En Suisse, la scène hip-hop n’est pas en reste sur le sujet. La Valaisanne KT Gorique se positionne ainsi souvent anti-drogues dures, comme dans "Kunta Kita" où elle rappe: "tu veux nager dans (une) piscine de lean?! Bamboclaat, qu’est-ce tu veux qu'j'te dise, que c'est cool? Jamais!". La lean est justement le sirop codéiné. KT Gorique prolonge cet engagement sur les réseaux. En début d'année, elle a promu activement la campagne du "Dry January" pour un mois sans alcool.

Dans la même veine, le Genevois Rounhaa clame régulièrement haut et fort que la fumette le répugne. Sur "Miroir" (ft. Khali), le refrain est explicite: "encore les mêmes qui parlent, qui boitent (...) Encore les mêmes qui fument, qui boivent. Qui n'avanceront pas dans la life".

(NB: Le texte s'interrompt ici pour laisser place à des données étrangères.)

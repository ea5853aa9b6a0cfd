#ifndef READ_BYTES_H
#define READ_BYTES_H

#include <stdbool.h>
#include <stddef.h>
#include <stdio.h>

#include "base/arena.h"
#include "base/err.h"

enum { BH_FILE_MOST = 1 << 20, BH_LINE_MOST = 4096 };

/* Read a whole stream, at most BH_FILE_MOST bytes.
 *   false  noted: unreadable (BH_BAD_SYSTEM) or too large */
bool bh_bytes_load(char **bytes, size_t *length, bh_arena *arena, const char *file,
		   FILE *stream, bh_problems *problems);

/* Whether bytes are text as people write it: UTF-8, no control characters, no endless lines.
 * The first fault of each line is noted; faults are blanked, so that what stands around them
 * can still be read.
 *   given    file  borrowed, stands in every place
 *   false    noted, and not to be read on: UTF-16, a line too long, faults in every line */
bool bh_bytes_clean(char *bytes, size_t length, const char *file, bh_problems *problems);

#endif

On pourrait encore citer d'autres passages, d'autres artistes, d'ici comme d'ailleurs. Les proportions entre punchlines pro-substances et anti-substances ne seront pas forcément équilibrées, mais se posent alors d'autre questions plus profondes: quelle caisse de résonance donne-t-on à ces discours et à ces deux "camps"? Et avec quel accompagnement/encadrement?

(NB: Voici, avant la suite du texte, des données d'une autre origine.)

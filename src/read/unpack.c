#include "read/unpack.h"

#include <errno.h>
#include <string.h>

#include <zlib.h>

enum { FIRST_ROOM = 1 << 16, GZIP_WINDOW = 15 + 16 };

static bool too_large(bh_problems *problems, const char *file)
{
	return bh_problem(problems, (bh_place){ file, 0, 0 },
			  "the file is larger than %d MB\nallowed: up to %d MB, unpacked",
			  BH_UNPACKED_MOST >> 20, BH_UNPACKED_MOST >> 20);
}

static bool lost(bh_problems *problems)
{
	problems->lost = true;
	return false;
}

/* Twice the room, the old bytes kept. */
static bool widen(char **bytes, size_t *room, bh_arena *arena)
{
	size_t more = *room ? 2 * *room : FIRST_ROOM;
	char *grown = bh_grow(arena, *bytes, char, *room, more);

	if (!grown)
		return false;
	*bytes = grown;
	*room = more;
	return true;
}

static bool load(char **bytes, size_t *length, bh_arena *arena, const char *file,
		 FILE *stream, bh_problems *problems)
{
	bh_err err = { .code = BH_OK };
	size_t room = 0;

	*bytes = NULL;
	*length = 0;
	for (;;) {
		if (*length == room && !widen(bytes, &room, arena))
			return lost(problems);
		size_t n = fread(*bytes + *length, 1, room - *length, stream);

		*length += n;
		if (*length > BH_UNPACKED_MOST)
			return too_large(problems, file);
		if (n == 0)
			break;
	}
	if (!ferror(stream))
		return true;
	bh_fail(&err, BH_BAD_SYSTEM, "cannot read: %s", strerror(errno));
	snprintf(err.file, sizeof err.file, "%s", file);
	return bh_problem_add(problems, &err);
}

/* One or more gzip members, one behind the other. */
static int inflate_all(z_stream *z, char **bytes, size_t *length, bh_arena *arena)
{
	size_t room = 0;
	int status = Z_OK;

	*bytes = NULL;
	*length = 0;
	while (status == Z_OK || (status == Z_STREAM_END && z->avail_in > 0)) {
		if (status == Z_STREAM_END && inflateReset(z) != Z_OK)
			return Z_DATA_ERROR;
		if (*length == room && !widen(bytes, &room, arena))
			return Z_MEM_ERROR;
		z->next_out = (Bytef *)*bytes + *length;
		z->avail_out = (uInt)(room - *length);
		status = inflate(z, Z_NO_FLUSH);
		*length = room - z->avail_out;
		if (*length > BH_UNPACKED_MOST)
			return Z_BUF_ERROR;
		if (status == Z_BUF_ERROR)
			return Z_DATA_ERROR; /* it ends too early */
	}
	return status;
}

bool bh_unpack(char **bytes, size_t *length, bh_arena *arena, const char *file, FILE *stream,
	       bh_problems *problems)
{
	z_stream z = { .zalloc = Z_NULL };
	char *packed;
	size_t packed_length;
	int status;

	if (!load(&packed, &packed_length, arena, file, stream, problems))
		return false;
	if (packed_length < 2 || memcmp(packed, "\x1F\x8B", 2) != 0) {
		*bytes = packed;
		*length = packed_length;
		return true;
	}
	if (inflateInit2(&z, GZIP_WINDOW) != Z_OK)
		return lost(problems);
	z.next_in = (Bytef *)packed;
	z.avail_in = (uInt)packed_length;
	status = inflate_all(&z, bytes, length, arena);
	inflateEnd(&z);
	if (status == Z_MEM_ERROR)
		return lost(problems);
	if (status == Z_BUF_ERROR)
		return too_large(problems, file);
	return status == Z_STREAM_END ||
	       bh_problem(problems, (bh_place){ file, 0, 0 },
			  "the gzip file is damaged or ends too early\nget it again, or "
			  "unpack it by hand");
}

Responsabilisation générale

Comme d'habitude, c'est facile de responsabiliser les artistes uniquement. Chaque maillon de la chaîne a sa part: le public (adulte), les médias, les institutions culturelles, les réseaux sociaux, les plateformes de diffusion, les labels... L'industrie musicale génère beaucoup de profit avec certaines de ces allusions aux drogues. Ne pourrait-elle pas en reverser une partie, pour subventionner par exemple des campagnes de prévention ciblée? Et/ou des programmes de cures de désintoxication, y compris pour ses propres poules aux oeufs d'or à la santé mentale fragile?